Options Are Not a Panacea
Under the current market conditions, I could see a FIRE saver being able to earn an additional 20% - 25% over and above their normal salary from dividends and stock and options trading. Unfortunately, the key phrase here is “current market conditions”. During recessions, dividends may stagnate or even be cut. Individual stocks can and do go into long periods of stagnation or decline. During periods of market volatility, it is easy to lose patience and sell at relative lows.
In contrast, periods of market volatility are good for options. Options pricing is best when people are evenly split on their prediction for the future price movement of a stock. Options are more of a zero sum game than most investments. More often than not, if you made money on an option trade, your counter party lost money. And, this occurred because you guessed the future price of the stock more correctly than your counter party. When everyone thinks the same thing about the future price of a stock, the options prices will adjust to the point where no one will make any money on a trade. If I buy a stock at $15 and have no expectation that it would go up to $17 within the next month (the options expiration date), any money I could get for a covered call at a $17 strike price would essentially be free money. However, if everyone else agrees with my assessment, there will be no interest and the bid for such a call would be $0.
So, when the stock market is moving steadily (up, down, or sideways), it is difficult to make money trading options. Everyone sees the same trend and will adjust their bids and asks for options contracts accordingly. On the other hand, this market condition makes it easier to make money buying and selling stocks, When stock prices are moving steadily upwards, just buy and hold stocks. When stock prices are steadily falling, short sell stocks. When stock prices are stable, buy stocks with the highest yields and collect the dividends.

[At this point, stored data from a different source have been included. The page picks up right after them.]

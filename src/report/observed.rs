//! The model against observed snow: tables, a document, and words for a terminal.

mod tables;
mod words;

pub use tables::observed_tables;
pub use words::comparison_words;

use super::SCHEMA_VERSION;
use super::json::lines;
use crate::fit::Comparison;
use serde::Serialize;

#[derive(Serialize)]
struct Document<'a> {
    schema_version: u32,
    program: &'static str,
    title: &'a str,
    conventions: &'static str,
    comparisons: &'a [Comparison],
}

/// `comparison.json`: every score and every year of every site.
///
/// # Errors
/// A number that JSON cannot hold: a fault of ours.
pub fn comparison_json(title: &str, comparisons: &[Comparison]) -> serde_json::Result<Vec<u8>> {
    lines(&Document {
        schema_version: SCHEMA_VERSION,
        program: "thawline",
        title,
        conventions: "SWE in mm as the day begins; errors are modelled less observed; dates as day of the water year \
                      counted from 1; NSE over all readings, KGE (2009) over those with observed or modelled SWE above 0",
        comparisons,
    })
}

During times of volatility, there will be a lot of diverging opinions on the future prices of stocks. Holding stocks could just as easily lose money as gain money. However, this divergence of opinions leads to better pricing for options contracts. You should be able to find attractive bids on call options at your desired strike prices.
In summary, when there is broad agreement about the future prices of stocks, it is hard to make money on options, but easier to make money on stocks. On the other hand, when there is no consensus the future prices of stocks, it is hard to make money on stocks, but easier to make money on options. While no single strategy can be used to make money at all times, using a combination of stock and options strategies should allow you make money in almost any market condition.